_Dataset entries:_
★ ★ ★

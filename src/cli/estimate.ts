// How long a design may take, before it starts: the problem's size times the speed of this
// machine, measured on a small job of the same core. The figure is an upper bound (every
// start running to its iteration limit); most designs stop earlier, at their target.
import { systemCostFactor } from '../core/cost.ts';
import { needsLadder } from '../core/system.ts';
import type { Member, Problem, Pulse } from '../core/types.ts';
import { formatTime } from './format.ts';

export { systemCostFactor } from '../core/cost.ts';

/** Optimiser iterations cost about this many figure-and-gradient evaluations (L-BFGS line searches). */
const EVALUATIONS_PER_ITERATION = 1.2;
/** A figure-and-gradient evaluation costs about this many figure-only evaluations (npm run bench). */
const GRADIENT_OVER_FIGURE = 2.6;
/** Cost per member-sample of a qubit gradient evaluation assumed before measuring (s); a generous guess. */
export const ASSUMED_SECONDS_PER_MEMBER_SAMPLE = 2e-8;
/** The two pulse lengths (samples) whose evaluation times give the cost per member-sample. */
const SLOPE_SMALL_SAMPLES = 256;
const SLOPE_LARGE_SAMPLES = 4096;

/** The time a design may take and what the figure rests on. */
export interface DesignEstimate {
  /** Upper bound of the wall time (s), every start to its iteration limit. */
  seconds: number;
  /** One optimiser iteration (s): the longest a stop inside the same thread can wait. */
  iterationSeconds: number;
  /** Gradient cost per member-sample of this problem's system (s): the qubit's times systemCostFactor. */
  secondsPerMemberSample: number;
  /** The qubit's gradient cost per member-sample it rests on (s), measured or assumed. */
  qubitSecondsPerMemberSample: number;
  threads: number;
}

/** Members the core processes: padded to a multiple of 4 on the qubit kernels; the ladder kernels take one at a time. */
function paddedMembers(problem: Problem): number {
  const multiple = needsLadder(problem.target, problem.system) ? 1 : 4;
  return Math.ceil(problem.members.length / multiple) * multiple;
}

/** The estimate from the qubit's cost per member-sample, scaled to the problem's system (the time limit, when set, caps it). */
export function estimateDesign(problem: Problem, threads: number, qubitSecondsPerMemberSample = ASSUMED_SECONDS_PER_MEMBER_SAMPLE): DesignEstimate {
  const { segments, optimizer } = problem;
  const secondsPerMemberSample = qubitSecondsPerMemberSample * systemCostFactor(problem);
  const iterationSeconds = EVALUATIONS_PER_ITERATION * secondsPerMemberSample * segments * paddedMembers(problem);
  const startsPerThread = Math.ceil(optimizer.starts / Math.max(1, threads));
  const seconds = Math.min(iterationSeconds * optimizer.maxIterations * startsPerThread, optimizer.timeLimit);
  return { seconds, iterationSeconds, secondsPerMemberSample, qubitSecondsPerMemberSample, threads };
}

/**
 * The qubit's gradient cost per member-sample on this machine: figure-only evaluations of a
 * small and a large qubit job timed for about 20 ms, the slope between them scaled by the
 * gradient's known cost ratio (another
 * system's cost follows from it by systemCostFactor, without timing a slow job).
 */
export function measureSecondsPerMemberSample(evaluateMembers: (target: Problem['target'], pulse: Pulse, members: Member[]) => unknown): number {
  const members: Member[] = Array.from({ length: 16 }, (_, k) => ({ detuning: 1e5 * (k - 8), amplitudeError: 0.01 * (k % 4), weight: 1 }));
  const target: Problem['target'] = { kind: 'gate', axis: [1, 0, 0], angleRad: Math.PI / 2 };
  const job = (n: number): Pulse => ({ dt: 1e-9, i: new Float64Array(n).fill(1e6), q: new Float64Array(n).fill(5e5), metadata: {} });
  // One call carries a fixed cost (checks, copies, the worst member) of about a tenth of a
  // millisecond, as large as the small job itself: the cost per member-sample is the slope
  // between a small and a large job, each timed for about 10 ms in alternating turns.
  const [small, large] = [job(SLOPE_SMALL_SAMPLES), job(SLOPE_LARGE_SAMPLES)];
  evaluateMembers(target, small, members); // loads and warms the core
  evaluateMembers(target, large, members);
  const spent = [0, 0];
  const runs = [0, 0];
  const t0 = performance.now();
  while (performance.now() - t0 < 20) {
    for (const [k, pulse] of [small, large].entries()) {
      const t = performance.now();
      evaluateMembers(target, pulse, members);
      spent[k] += performance.now() - t;
      runs[k]++;
    }
  }
  const [perSmall, perLarge] = [spent[0] / runs[0], spent[1] / runs[1]];
  // A busy machine can make the slope come out small or negative: never below a quarter of the whole large job's share.
  const slope = Math.max((perLarge - perSmall) / (SLOPE_LARGE_SAMPLES - SLOPE_SMALL_SAMPLES), perLarge / SLOPE_LARGE_SAMPLES / 4);
  return (GRADIENT_OVER_FIGURE * slope) / 1000 / members.length;
}

/** A duration for people: "45 s", "12 min", "3.2 h". */
export function formatDuration(seconds: number): string {
  if (seconds < 60) return formatTime(Number(seconds.toPrecision(2)));
  if (seconds < 3600) return `${Number((seconds / 60).toPrecision(2))} min`;
  return `${Number((seconds / 3600).toPrecision(2))} h`;
}

/** The announcement of a long design, naming what makes it long and how to run it anyway. */
export function longDesignNotice(problem: Problem, e: DesignEstimate): string {
  const { optimizer } = problem;
  return (
    `this design may take up to about ${formatDuration(e.seconds)} here: ${optimizer.starts} start${optimizer.starts === 1 ? '' : 's'} x up to ` +
    `${optimizer.maxIterations} iterations of ${problem.segments} segments x ${problem.members.length} members, ` +
    `about ${formatDuration(e.iterationSeconds)} per iteration on ${e.threads} thread${e.threads === 1 ? '' : 's'} ` +
    `(most designs stop earlier, at their target)`
  );
}
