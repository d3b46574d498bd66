// `gatesmith map SPEC PULSE`: the infidelity of a pulse on a grid of detuning x amplitude
// error, written as CSV or JSON, and its summary figures.
import { existsSync } from 'node:fs';
import { ArgumentError } from '../core/errors.ts';
import { isDragName } from '../core/drag-family.ts';
import type { Problem, Pulse } from '../core/types.ts';
import { writeMapCsv, writeMapJson } from '../io/map-file.ts';
import { flagValue, optionsHelp, usageLine, type ArgSpec } from './args.ts';
import { DEFAULT_POINTS, REGION_FLAGS, pulseName, regionOf, summaryText, thresholdOf } from './analysis-flags.ts';
import { defineCommand } from './command.ts';
import type { CliIO, Command } from './command.ts';
import { targetJson } from '../io/target-json.ts';
import { checkOutputName, checkWritable, loadSpec, loadWaveform, printWarnings, writeFilesTogether } from './files.ts';

const ARGS: ArgSpec = {
  command: 'map',
  positionals: ['SPEC', 'PULSE'],
  flags: [
    ...REGION_FLAGS,
    { name: 'out', value: 'FILE.csv|FILE.json', help: 'write the map: CSV rows detuning_hz,amplitude_error,infidelity (and leakage on a ladder), or JSON with the summary' },
    { name: 'json', help: 'print the summary figures as JSON instead of a table' },
  ],
};

const HELP = `Robustness map of a pulse: its infidelity on a grid of detuning x amplitude error.

Usage: ${usageLine(ARGS)}

SPEC gives the target (and, by default, the region: the range of its ensemble on each
axis, ${DEFAULT_POINTS} x ${DEFAULT_POINTS} points; an axis the ensemble does not vary is one point).
PULSE is a pulse file or any waveform \`gatesmith export\` wrote, or drag-gaussian /
drag-cosine (when no file has that name): the DRAG pulse built under the spec's limits and
calibrated on its ensemble and system, as compare builds it. It is judged against the
spec's target; a pulse whose metadata names its own ideal (composites do) gets a note on
how that ideal meets the target (the Knill sequence meets a 180 degree gate up to a z
rotation after it, and is judged against its own ideal; a sequence built for another
rotation is judged against the spec's target).

Prints the figures: mean and worst infidelity over the spec's ensemble (weighted, as the
design minimises them); over the grid, the region mean and region worst and the fraction
below the threshold, the half-widths around zero error (found on each axis through zero
error to 1e-7 relative, not limited by the grid or the region), duration, peak amplitude,
pulse area (turns) and energy (Hz^2 s). See docs/analysis.md.

On a ladder (a spec with a system of more than two levels) every point has its leakage too:
the map file gets a leakage column (CSV) or array (JSON). One point on an axis makes the
file a cut along the other: --amplitude 0:0:1 gives the cut along detuning, with its leakage.

Example:
  gatesmith map examples/transmon-x90.json x90.pulse.json --detuning -2e6:2e6:201 --out map.csv

Options:
${optionsHelp(ARGS)}
`;

/** The `map` subcommand. */
export const mapCommand: Command = defineCommand({
  name: 'map',
  summary: 'robustness map of a pulse over detuning x amplitude error, with summary figures',
  args: ARGS,
  help: HELP,
  async body([specPath, pulsePath], flags, io: CliIO): Promise<number> {
    const out = flagValue(flags, 'out');
    const format = out === undefined ? null : mapFormat(out);
    const spec = loadSpec(specPath);
    const pulse = isDragName(pulsePath.toLowerCase()) && !existsSync(pulsePath)
      ? await calibratedDrag(spec.problem, pulsePath.toLowerCase())
      : await loadWaveform(pulsePath);
    const region = regionOf(flags, spec.problem);
    const threshold = thresholdOf(flags);
    if (out !== undefined) checkWritable(out, '--out', [specPath, pulsePath]);
    printWarnings(io, spec.warnings);

    // Loaded here so that --help and bad input never wait for the wasm core.
    const { judgePulse } = await import('../core/compare.ts');
    const judgement = judgePulse(spec.problem, pulse, { region, threshold });
    const { choice, figures, map } = judgement;
    // One object for the JSON output and the map file: the target, the region, the figures.
    const summary = { ...choice, ...judgement.region, threshold: judgement.threshold, ...figures };
    if (out !== undefined) {
      const context = { pulseName: pulseName(pulse, pulsePath), target: choice.targetUsed, targetNote: choice.targetNote };
      writeFilesTogether([{ path: out, data: format === 'csv' ? writeMapCsv(map, context) : writeMapJson(map, context, summary) }], '--out');
    }
    if (flags.json) {
      const json = { pulse: pulseName(pulse, pulsePath), ...summary, targetGiven: targetJson(summary.targetGiven), targetUsed: targetJson(summary.targetUsed) };
      io.stdout(JSON.stringify({ ...json, out: out ?? null, warnings: spec.warnings }, null, 2) + '\n');
    } else {
      io.stdout(`pulse: ${pulseName(pulse, pulsePath)}\n` + summaryText(judgement, spec.problem.members.length) + (out !== undefined ? `map written to ${out}\n` : ''));
    }
    return 0;
  },
});

/** The DRAG pulse compare would build for the spec (the core is loaded here, not for --help). */
async function calibratedDrag(problem: Problem, name: string): Promise<Pulse> {
  const { dragFamilyFor } = await import('../core/drag-family.ts');
  const [built] = dragFamilyFor(problem, [name]);
  if (!built.pulse) throw new ArgumentError(`PULSE ${name}: ${built.error?.message ?? 'cannot be built for the spec'}`);
  return built.pulse;
}

/** The file format from the --out name's extension. */
function mapFormat(out: string): 'csv' | 'json' {
  const lower = out.toLowerCase();
  if (lower.endsWith('.csv')) return 'csv';
  if (lower.endsWith('.json')) return 'json';
  checkOutputName(out, '--out', ['.csv', '.json'], 'a map (CSV or JSON)');
  throw new ArgumentError(`--out ${out}: the name must end in .csv or .json (the format is chosen by it)`);
}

★ ★ ★

All that belongs in your answer is the stretch of entries above from the line with "threads: number, qubitSecondsPerMemberSample" through the line with "const members: Member[]", printed exactly.

export function estimateDesign(problem: Problem, threads: number, qubitSecondsPerMemberSample = ASSUMED_SECONDS_PER_MEMBER_SAMPLE): DesignEstimate {
  const { segments, optimizer } = problem;
  const secondsPerMemberSample = qubitSecondsPerMemberSample * systemCostFactor(problem);
  const iterationSeconds = EVALUATIONS_PER_ITERATION * secondsPerMemberSample * segments * paddedMembers(problem);
  const startsPerThread = Math.ceil(optimizer.starts / Math.max(1, threads));
  const seconds = Math.min(iterationSeconds * optimizer.maxIterations * startsPerThread, optimizer.timeLimit);
  return { seconds, iterationSeconds, secondsPerMemberSample, qubitSecondsPerMemberSample, threads };
}

/**
 * The qubit's gradient cost per member-sample on this machine: figure-only evaluations of a
 * small and a large qubit job timed for about 20 ms, the slope between them scaled by the
 * gradient's known cost ratio (another
 * system's cost follows from it by systemCostFactor, without timing a slow job).
 */
export function measureSecondsPerMemberSample(evaluateMembers: (target: Problem['target'], pulse: Pulse, members: Member[]) => unknown): number {
  const members: Member[] = Array.from({ length: 16 }, (_, k) => ({ detuning: 1e5 * (k - 8), amplitudeError: 0.01 * (k % 4), weight: 1 }));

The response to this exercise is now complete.